> _Problem details_:
Using the entries below, copy out all lines where "rules" is found.

● ● ● ●

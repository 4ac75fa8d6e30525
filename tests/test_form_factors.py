"""Form factors against closed forms and separate quadratures, and their bars against true errors."""

from __future__ import annotations

import math
from collections.abc import Callable
from dataclasses import replace

import numpy as np
import pytest
from numpy.typing import NDArray
from scipy.special import iv, k0, kv

from tests.plain_modes import HEIGHT, WIDTH, by_pairs, disk, quantum_numbers, radial, rectangle
from tests.truth._wires import LAPLACE, checked, wire
from wiresolve.describe.section import Patch, Section
from wiresolve.describe.shapes import Rectangle
from wiresolve.errors import InputError
from wiresolve.fem.edge_kernel import kernel_products
from wiresolve.mode_elements import form_factors, plane_form_factors
from wiresolve.solve import solve

Array = NDArray[np.float64]
NODES, WEIGHTS = np.polynomial.legendre.leggauss(40)
UNIT, UNIT_WEIGHTS = (NODES + 1) / 2, WEIGHTS / 2
"""Gauss's rule on (0, 1)."""
CROWDED, CROWDED_WEIGHTS = UNIT**3, 3 * UNIT**2 * UNIT_WEIGHTS
"""The same with points that crowd at 0, where K0 has a logarithm."""


def box_wave(i: int, k: int, size: float, q: float) -> complex:
    """<i|exp(i q x)|k> of a box around the origin, from the integral of two cosines."""
    total = 0j
    for number, sign in ((i - k, 1.0), (i + k, -1.0)):
        a = number * math.pi / size
        # int_0^L cos(a t) exp(i q t) dt / L
        for way in (1, -1):
            p = q + way * a
            total += sign * (1.0 if p == 0 else (np.exp(1j * p * size) - 1) / (1j * p * size)) / 2
    return complex(total * np.exp(-1j * q * size / 2))


def test_plane_waves_in_a_rectangle() -> None:
    result, _ = rectangle(3e-7)
    waves = [(0.0, 0.0), (0.7, 0.0), (1.3, -2.1), (20.0, 35.0)]
    found = plane_form_factors(result, waves)
    for number, (qx, qy) in enumerate(waves):
        truth = by_pairs(lambda i, k, q=qx: box_wave(i, k, WIDTH, q), lambda i, k, q=qy: box_wave(i, k, HEIGHT, q))
        error = np.abs(np.abs(found.values[number]) - np.abs(truth))
        assert error.max() < 1e-8
        assert (error <= found.errors[number]).all()
    products = found.values[2][0, 1] * found.values[2][1, 4] * found.values[2][4, 0]
    truth = by_pairs(lambda i, k: box_wave(i, k, WIDTH, 1.3), lambda i, k: box_wave(i, k, HEIGHT, -2.1))
    assert products == pytest.approx(truth[0, 1] * truth[1, 4] * truth[4, 0], rel=1e-6, abs=1e-12)


def round_coulomb(first: Callable[[Array], Array], second: Callable[[Array], Array], order: int, q: float) -> float:
    """int int r r' f(r) g(r') I_m(q r<) K_m(q r>) dr dr' over the unit disk, by nested Gauss rules."""
    inner = []
    for r in CROWDED:
        part = r * UNIT_WEIGHTS * (UNIT * r) * iv(order, q * UNIT * r)
        inner.append((np.sum(part * second(UNIT * r)), np.sum(part * first(UNIT * r))))
    below, other = np.array(inner).T
    outer = CROWDED_WEIGHTS * CROWDED * kv(order, q * CROWDED)
    return float(np.sum(outer * (first(CROWDED) * below + second(CROWDED) * other)))


@pytest.mark.parametrize("q", [0.03, 0.8, 12.0])
def test_coulomb_form_factors_of_a_disk(q: float) -> None:
    """Graf's addition theorem (DLMF 10.44.3): K0 of a distance is the sum of I_m(q r<) K_m(q r>) cos m angle."""
    result, _ = disk(3e-7)
    found = form_factors(result, q, [0, 1, 2])
    zero, one = radial(0, 1)[1], radial(1, 1)[1]
    direct = (2 * math.pi) ** 2 * round_coulomb(lambda r: zero(r) ** 2, lambda r: zero(r) ** 2, 0, q)
    exchange = 4 * math.pi**2 * round_coulomb(lambda r: zero(r) * one(r), lambda r: zero(r) * one(r), 1, q)
    mixed = (2 * math.pi) ** 2 * round_coulomb(lambda r: zero(r) ** 2, lambda r: one(r) ** 2, 0, q)
    values, bars = found.values[0], found.errors[0]
    sums = {
        "direct": (values[0, 0, 0, 0], bars[0, 0, 0, 0], direct),
        "exchange": (sum(values[0, j, j, 0] for j in (1, 2)), 2 * bars[0, 1, 1, 0], exchange),
        "mixed": (sum(values[0, 0, j, j] for j in (1, 2)), 2 * bars[0, 0, 1, 1], mixed),
    }
    for name, (value, bar, truth) in sums.items():
        assert value == pytest.approx(truth, rel=1e-8), name
        assert abs(value - truth) <= bar + 1e-12 * abs(truth), name
    assert values == pytest.approx(values.transpose(2, 3, 0, 1), abs=1e-12)


def box_correlation(pairs: tuple[int, int, int, int], size: float, apart: Array) -> Array:
    """int f_i f_j (x) f_k f_l (x + d) dx of a box, both signs of d added, for distances d >= 0."""

    def density(a: int, b: int, x: Array) -> Array:
        return 2 / size * np.sin(a * math.pi * x / size) * np.sin(b * math.pi * x / size)

    i, j, k, l_ = pairs
    x = UNIT * (size - apart[..., None])
    ahead = density(i, j, x) * density(k, l_, x + apart[..., None])
    behind = density(i, j, x + apart[..., None]) * density(k, l_, x)
    return np.asarray((ahead + behind) @ UNIT_WEIGHTS * (size - apart))


def box_coulomb(states: tuple[tuple[int, int], ...], q: float) -> float:
    """F_ijkl of the rectangle: correlations along both axes, then triangles whose vertex is at the kernel's pole."""
    (ix, iy), (jx, jy), (kx, ky), (lx, ly) = states
    radius, weight = UNIT**4, UNIT_WEIGHTS * 4 * UNIT**3
    total = 0.0
    for wide in (True, False):
        slope = UNIT[None, :] * np.ones((len(radius), 1))
        along = radius[:, None] * np.ones_like(slope)
        x = WIDTH * (along if wide else along * slope)
        y = HEIGHT * (along * slope if wide else along)
        kernel = k0(q * np.hypot(x, y))
        both = box_correlation((ix, jx, kx, lx), WIDTH, x) * box_correlation((iy, jy, ky, ly), HEIGHT, y)
        total += WIDTH * HEIGHT * float(np.sum((weight * radius)[:, None] * UNIT_WEIGHTS * kernel * both))
    return total


def test_coulomb_form_factors_of_a_rectangle() -> None:
    result, _ = rectangle(3e-7)
    picked = [0, 1, 3]
    found = form_factors(result, [0.05, 2.0], picked)
    states = [quantum_numbers()[i] for i in picked]
    for n, q in enumerate((0.05, 2.0)):
        for i, j, k, l_ in ((0, 0, 0, 0), (0, 1, 1, 0), (0, 0, 1, 1), (0, 2, 2, 0), (1, 2, 2, 1)):
            truth = box_coulomb((states[i], states[j], states[k], states[l_]), q)
            error = abs(found.values[n, i, j, k, l_] - truth)
            assert error < 1e-8 * abs(found.values[n, 0, 0, 0, 0])
            assert error <= found.errors[n, i, j, k, l_] + 1e-11


def test_bars_of_coulomb_form_factors_hold() -> None:
    for accuracy_eV in (1e-2, 1e-4):
        result, _ = rectangle(accuracy_eV)
        found = form_factors(result, 1.0, [0, 1])
        states = quantum_numbers()[:2]
        for i, j, k, l_ in ((0, 0, 0, 0), (0, 1, 1, 0), (0, 0, 1, 1), (1, 1, 1, 1)):
            truth = box_coulomb((states[i], states[j], states[k], states[l_]), 1.0)
            error = abs(found.values[0, i, j, k, l_] - truth)
            assert error <= found.errors[0, i, j, k, l_] < 2e-3 * accuracy_eV


def test_coulomb_form_factor_of_separate_pieces() -> None:
    """Two rectangles with a slit between them: a product of four Gauss rules, far from the kernel's pole."""
    slit = Patch(shape=Rectangle(width_nm=0.6, height_nm=3.0), material="void", center_nm=(0.1, 0.0))
    section = Section(shape=Rectangle(width_nm=4.0, height_nm=1.5), material=LAPLACE.name, patches=(slit,))
    result = checked(solve(wire(section, [LAPLACE], 2, 1e-7)))
    pieces = ((-2.0, -0.2), (0.4, 2.0))
    q, few = 0.7, np.polynomial.legendre.leggauss(24)
    states = sorted(
        (math.pi**2 * (n**2 / (b - a) ** 2 + m**2 / 1.5**2), n, m, (a, b))
        for a, b in pieces
        for n in (1, 2, 3)
        for m in (1, 2)
    )[:2]
    assert states[0][3] != states[1][3]
    found = form_factors(result, q)
    at, weight = (few[0] + 1) / 2, few[1] / 2
    grids = []
    for _, n, m, (a, b) in states:
        x, y = np.meshgrid(a + (b - a) * at, 1.5 * (at - 0.5), indexing="ij")
        rho = np.outer(2 * np.sin(n * math.pi * at) ** 2 * weight, 2 * np.sin(m * math.pi * at) ** 2 * weight)
        grids.append((x.ravel(), y.ravel(), rho.ravel()))
    (x, y, rho), (u, v, sigma) = grids
    truth = float(rho @ k0(q * np.hypot(x[:, None] - u, y[:, None] - v)) @ sigma)
    assert found.values[0, 0, 0, 1, 1] == pytest.approx(truth, rel=1e-8)
    assert abs(found.values[0, 0, 1, 1, 0]) < 1e-12


@pytest.mark.parametrize("q", [0.0, math.nan, math.inf, [[1.0]]])
def test_wave_numbers_that_are_none(q: float) -> None:
    result, _ = disk(1e-4)
    with pytest.raises(InputError, match="q_per_nm"):
        form_factors(result, q)


@pytest.mark.parametrize("indices", [[6], [-1], [], [1, 1]])
def test_modes_that_are_not_listed(indices: list[int]) -> None:
    result, _ = disk(1e-4)
    with pytest.raises(InputError, match="indices"):
        form_factors(result, 0.1, indices)


def test_wave_vectors_that_are_none() -> None:
    result, _ = disk(1e-4)
    with pytest.raises(InputError, match="pairs"):
        plane_form_factors(result, [0.1, 0.2, 0.3])


def ring(edges: int, degree: int, radius: float) -> tuple[Array, Array]:
    """Angles (e, nodes) and points (e, nodes, 2) of edges around a circle."""
    angle = 2 * math.pi * (np.arange(edges)[:, None] + np.arange(degree + 1) / degree) / edges
    return angle, radius * np.stack([np.cos(angle), np.sin(angle)], axis=2)


def closed(edges: int) -> NDArray[np.int64]:
    return np.column_stack([np.arange(edges), (np.arange(edges) + 1) % edges])


def test_kernel_along_a_circle_converges_to_its_eigenvalues() -> None:
    """int K0(q |r - r'|) cos m angle' ds' = 2 pi R I_m(q R) K_m(q R) cos m angle (Graf's theorem at equal radii)."""
    radius, q, errors = 1.3, 0.7, []
    truth = [
        2 * math.pi * radius**2 * (1 if m else 2) * math.pi * iv(m, q * radius) * kv(m, q * radius) for m in (0, 1)
    ]
    for edges in (12, 24, 48):
        angle, points = ring(edges, 6, radius)
        found = kernel_products(points, closed(edges), np.stack([np.ones_like(angle), np.cos(angle)], axis=2), q)
        errors.append(np.abs(np.diag(found) / truth - 1).max())
        assert abs(found[0, 1]) < 1e-12
    assert errors[0] < 1e-9
    assert errors[2] < 1e-12


@pytest.mark.parametrize("breaks", [np.linspace(0, 1, 9), np.array([0.0, 0.02, 0.05, 0.1, 0.2, 0.4, 0.7, 0.9, 1.0])])
def test_kernel_along_a_square_does_not_depend_on_its_edges(breaks: Array) -> None:
    """A constant density on a square of side 1: sides with themselves, with opposite and with neighbouring ones."""
    q, corners = 0.9, np.array([[0.0, 0.0], [1.0, 0.0], [1.0, 1.0], [0.0, 1.0]])
    parts = breaks[:-1, None] + np.diff(breaks)[:, None] * np.arange(5) / 4
    sides = [corners[s] + parts[..., None] * (corners[(s + 1) % 4] - corners[s]) for s in range(4)]
    points = np.concatenate(sides)
    found = kernel_products(points, closed(len(points)), np.ones((len(points), 5, 1)), q)[0, 0]
    d, weight = UNIT**6, UNIT_WEIGHTS * 6 * UNIT**5
    same = 2 * np.sum(weight * (1 - d) * k0(q * d))
    opposite = 2 * np.sum(UNIT_WEIGHTS * (1 - UNIT) * k0(q * np.hypot(UNIT, 1)))
    # Neighbours: the square of both distances from the corner, as two triangles.
    neighbours = 2 * np.sum((weight * d)[:, None] * UNIT_WEIGHTS * k0(q * d[:, None] * np.hypot(1, UNIT)))
    assert found == pytest.approx(4 * same + 4 * opposite + 8 * neighbours, rel=1e-12)


def test_phases_of_modes_go_through_form_factors() -> None:
    result, _ = disk(1e-4)
    phase = np.array([0.3, -1.1, 2.0, 0.7, 1.9, -0.4])
    picked = [0, 1, 2]
    turned = replace(result, modes=result.modes * np.exp(1j * phase))
    plain, other = (form_factors(each, 0.6, picked).values[0] for each in (result, turned))
    pair = np.exp(1j * (phase[:3] - phase[:3, None]))
    assert other == pytest.approx(plain * pair[:, :, None, None] * pair, abs=1e-12)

● ● ● ●

> _Result for this task_:
    """int int r r' f(r) g(r') I_m(q r<) K_m(q r>) dr dr' over the unit disk, by nested Gauss rules."""
    """Two rectangles with a slit between them: a product of four Gauss rules, far from the kernel's pole."""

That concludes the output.